By definition of the modulo, ##p|a-b \rightarrow a \equiv b (\mod \space p)## , so ##4^{16} \equiv 1 (\mod \space 17)##

Next I note that ##87 = 16 * 5 + 7##, so

##[4^{87}]_{17} = [4^{16*5 + 7}]_{17} = [4^{16*5}]_{17} * [4^7]_{17} = [4^{16}]^5_{17} * [4^7]_{17} = [1]^5_{17} * [4^7]_{17} = [1]_{17} * [4^7]_{17} = [4^7]_{17}##

Then I repeated the process from the beginning based on the result I just got:

##17|4^7 - 4 \rightarrow 17|4(4^6 - 1) \rightarrow 17|4^6-1##, where ##4^6 \equiv 1 (\mod \space 17)##

Since ##87 = 6 * 14 + 3##, I wrote

##[4^{87}]_{17} = [4^{6*14 + 3}]_{17} = [4^6]^{14}_{17} * [4^3]_{17} = [1]_{17} * [4^3]_{17} = [4^3]_{17}##

At this point it seems easy enough to note that ##4^3 = 64## and

##64 = 17*3 + 13##

So the remainder is 13... I think?

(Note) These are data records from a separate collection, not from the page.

/// One side of the drawing: the spill zones of the cabinet as boxes holding chips.
fn panel(
    c: &CabinetChange,
    zones: &[ZoneContents],
    after: bool,
    moves: &[Move],
    x0: f64,
    chip_w: f64,
) -> Group {
    let per_row = chips_per_row(chip_w);
    let (stops, reviews) = if after {
        (c.stop_pairs_after, c.review_pairs_after)
    } else {
        (c.stop_pairs_before, c.review_pairs_before)
    };
    let stage = if after { "after" } else { "before" };
    let mut g = Group::new()
        .set("class", "stage")
        .set("data-stage", stage)
        .set("data-stop", stops)
        .set("data-review", reviews)
        .add(
            text(x0, 18.0, if after { "After" } else { "Before" }, "start")
                .set("font-weight", "bold")
                .set("font-size", 14),
        )
        .add(
            text(
                x0 + PANEL_W - 8.0,
                18.0,
                &format!("{stops} stop, {reviews} review pairs"),
                "end",
            )
            .set("class", "pair-counts"),
        );
    let mut y = 30.0;
    for z in zones {
        let h = zone_height(z, per_row);
        let free = z.capacity.saturating_sub(z.ids.len());
        g = g
            .add(
                Rectangle::new()
                    .set("x", round(x0))
                    .set("y", round(y))
                    .set("width", PANEL_W - 8.0)
                    .set("height", round(h))
                    .set("fill", "#f6f6f6")
                    .set("stroke", "#666")
                    .set("rx", 4),
            )
            .add(text(
                x0 + 8.0,
                y + 16.0,
                &format!(
                    "{} ({} of {} places used)",
                    short_zone(&c.cabinet, &z.zone),
                    z.ids.len(),
                    z.capacity
                ),
                "start",
            ));
        let chips = zone_chips(z, after, moves, free);
        for (k, (id, state, title)) in chips.iter().enumerate() {
            let cx = x0 + 8.0 + (k % per_row) as f64 * (chip_w + CHIP_GAP);
            let cy = y + 24.0 + (k / per_row) as f64 * (CHIP_H + CHIP_GAP);
            g = g.add(chip(cx, cy, chip_w, id, *state, title, &z.zone));
        }
        y += h + 8.0;
    }
    g
}

/// The chips of one spill zone: each container (staying, leaving or arriving, with what it
/// says on hover) and up to `FREE_SHOWN` free places.
fn zone_chips(
    z: &ZoneContents,
    after: bool,
    moves: &[Move],
    free: usize,
) -> Vec<(String, ChipState, String)> {
    let mut chips: Vec<(String, ChipState, String)> = z
        .ids
        .iter()
        .map(|id| {
            let arriving = moves.iter().find(|m| &m.id == id && m.to == z.zone);
            match arriving {
                Some(m) if after => (
                    id.clone(),
                    ChipState::Arrives,
                    format!("{id} arrives from {}", m.from),
                ),
                _ => (id.clone(), ChipState::Stays, format!("{id} stays")),
            }
        })
        .collect();
    if !after {
        for ch in &mut chips {
            if let Some(m) = moves.iter().find(|m| m.id == ch.0 && m.from == z.zone) {
                ch.1 = ChipState::Leaves;
                ch.2 = format!("{} leaves for {}", ch.0, m.to);
            }
        }
    }
    for _ in 0..free.min(FREE_SHOWN) {
        chips.push((String::new(), ChipState::Free, "a free place".into()));
    }
    chips
}

/// The key to the chips, in a row at `y`: leaving, arriving, staying, a free place.
fn chip_key(doc: &mut Element, key_y: f64) {
    let mut x = 8.0;
    for (state, words) in [
        (ChipState::Leaves, "leaves its spill zone"),
        (ChipState::Arrives, "arrives"),
        (ChipState::Stays, "stays"),
        (ChipState::Free, "a free place"),
    ] {
        let sample = match state {
            ChipState::Free => "",
            _ => "ID",
        };
        let mut k = chip(x, key_y, 44.0, sample, state, words, "");
        k.assign("class", "chip-key");
        doc.append(k);
        doc.append(text(x + 50.0, key_y + CHIP_H / 2.0 + 4.0, words, "start"));
        x += 62.0 + CHAR * words.chars().count() as f64;
    }
}

fn chip(x: f64, y: f64, w: f64, id: &str, state: ChipState, title: &str, zone: &str) -> Group {
    let (fill, stroke, width, dash, ink) = match state {
        ChipState::Stays => ("#ffffff", "#555", 1.0, None, INK),
        ChipState::Leaves => ("#ffffff", INK, 2.0, Some("5 3"), INK),
        ChipState::Arrives => ("#1d4f91", "#0b2a55", 2.0, None, "#ffffff"),
        ChipState::Free => ("none", "#aaa", 1.0, Some("3 3"), INK),
    };
    let mut rect = Rectangle::new()
        .set("x", round(x))
        .set("y", round(y))
        .set("width", round(w))
        .set("height", CHIP_H)
        .set("rx", 5)
        .set("fill", fill)
        .set("stroke", stroke)
        .set("stroke-width", width);
    if let Some(d) = dash {
        rect = rect.set("stroke-dasharray", d);
    }
    let state_word = match state {
        ChipState::Stays => "stays",
        ChipState::Leaves => "leaves",
        ChipState::Arrives => "arrives",
        ChipState::Free => "free",
    };
    let mut g = Group::new()
        .set("class", "chip")
        .set("data-state", state_word)
        .set("data-zone", zone)
        .add(Title::new(title))
        .add(rect);
    if !id.is_empty() {
        g = g.set("data-id", id);
        let label = match state {
            ChipState::Leaves => format!("{id} →"),
            _ => id.to_string(),
        };
        g = g.add(
            text(x + w / 2.0, y + CHIP_H / 2.0 + 4.0, &label, "middle")
                .set("fill", ink)
                .set(
                    "font-weight",
                    if state == ChipState::Stays {
                        "normal"
                    } else {
                        "bold"
                    },
                ),
        );
    }
    g
}

/// The two ends of a move without the levels they share: ("Cabinet 1 / Tray 1",
/// "Cabinet 2 / Tray 1") in the same room.
fn move_ends(m: &Move) -> (String, String) {
    let from: Vec<&str> = m.from.split(" / ").collect();
    let to: Vec<&str> = m.to.split(" / ").collect();
    let shared = from.iter().zip(&to).take_while(|(a, b)| a == b).count();
    // Keep at least the last level of each.
    let k = shared.min(from.len() - 1).min(to.len() - 1);
    (from[k..].join(" / "), to[k..].join(" / "))
}

/// Words cut at the front to fit a width, with an ellipsis.
fn fit(words: &str, width: f64) -> String {
    let most = (width / (CHAR * 0.95)) as usize;
    let n = words.chars().count();
    if n <= most {
        words.to_string()
    } else {
        format!("…{}", words.chars().skip(n + 1 - most).collect::<String>())
    }
}

/// A cabinet that a move touches, before and after the moves, side by side.
pub fn moves_svg(c: &CabinetChange, moves: &[Move]) -> String {
    let mut doc_words: Vec<(f64, f64, String, &str)> = Vec::new();
    let chip_w = chip_width(c);
    let per_row = chips_per_row(chip_w);
    let zones_h = |zs: &[ZoneContents]| {
        zs.iter()
            .map(|z| zone_height(z, per_row) + 8.0)
            .sum::<f64>()
    };
    let body = zones_h(&c.before).max(zones_h(&c.after));
    // Where each container goes and comes from, in words (a printed page has no captions).
    let holds = |zs: &[ZoneContents], zone: &str| zs.iter().any(|z| z.zone == zone);
    let goes: Vec<String> = moves
        .iter()
        .filter(|m| holds(&c.before, &m.from))
        .map(|m| format!("{} goes to {}", m.id, move_ends(m).1))
        .collect();
    let comes: Vec<String> = moves
        .iter()
        .filter(|m| holds(&c.after, &m.to))
        .map(|m| format!("{} comes from {}", m.id, move_ends(m).0))
        .collect();
    let words_y = 30.0 + body + 6.0;
    for (k, w) in goes.iter().enumerate() {
        doc_words.push((8.0, words_y + 16.0 * k as f64, w.clone(), "goes"));
    }
    for (k, w) in comes.iter().enumerate() {
        doc_words.push((
            8.0 + PANEL_W + MIDDLE,
            words_y + 16.0 * k as f64,
            w.clone(),
            "comes",
        ));
    }
    let key_y = words_y + 16.0 * goes.len().max(comes.len()) as f64 + 14.0;
    let width = 8.0 + 2.0 * PANEL_W + MIDDLE;
    let height = key_y + CHIP_H + 10.0;
    let mut doc = root(width, height, "moves");
    doc.assign(
        "aria-label",
        format!("{} before and after the moves", c.cabinet),
    );
    doc.assign("data-cabinet", c.cabinet.clone());
    doc.append(Title::new(format!(
        "{}: before and after the moves",
        c.cabinet
    )));
    doc.append(panel(c, &c.before, false, moves, 8.0, chip_w));
    let right = 8.0 + PANEL_W + MIDDLE;
    doc.append(panel(c, &c.after, true, moves, right, chip_w));
    for (x, y, w, class) in doc_words {
        doc.append(text(x, y + 12.0, &fit(&w, PANEL_W - 8.0), "start").set("class", class));
    }
    // An arrow from before to after.
    let (ax, ay) = (8.0 + PANEL_W + 2.0, 30.0 + body / 2.0);
    doc.append(line(ax, ay, ax + MIDDLE - 18.0, ay, INK, 2.0));
    doc.append(
        Polygon::new()
            .set(
                "points",
                format!(
                    "{},{} {},{} {},{}",
                    round(ax + MIDDLE - 8.0),
                    round(ay),
                    round(ax + MIDDLE - 20.0),
                    round(ay - 6.0),
                    round(ax + MIDDLE - 20.0),
                    round(ay + 6.0)
                ),
            )
            .set("fill", INK),
    );
    chip_key(&mut doc, key_y);
    doc.to_string()
}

Is this procedure correct?

Just in case it is, I actually tried repeating the process once more when I got ##[4^3]_{17}##, so that

##17|4^3 - 4 \rightarrow 17|4(4^2 - 1) \rightarrow 17|4^2 -1##

And, repeating the same procedure of rewriting the exponent, arrived at ##[4^{87}]_{17} = [4]_{17}##.

Of course, 4 doesn't yield a remainder of 13 when divided by 17, unlike ##4^7## and ##4^3##.

Naturally, it's easy enough to note that ## 4^2 -1 < 17##, so ##17## doesn't divide ##4^2 - 1##. I'm a little confused here, though... is it necessary for the term ##a^{p-1} - 1## to be larger than ##p## for the application of the theorem to work?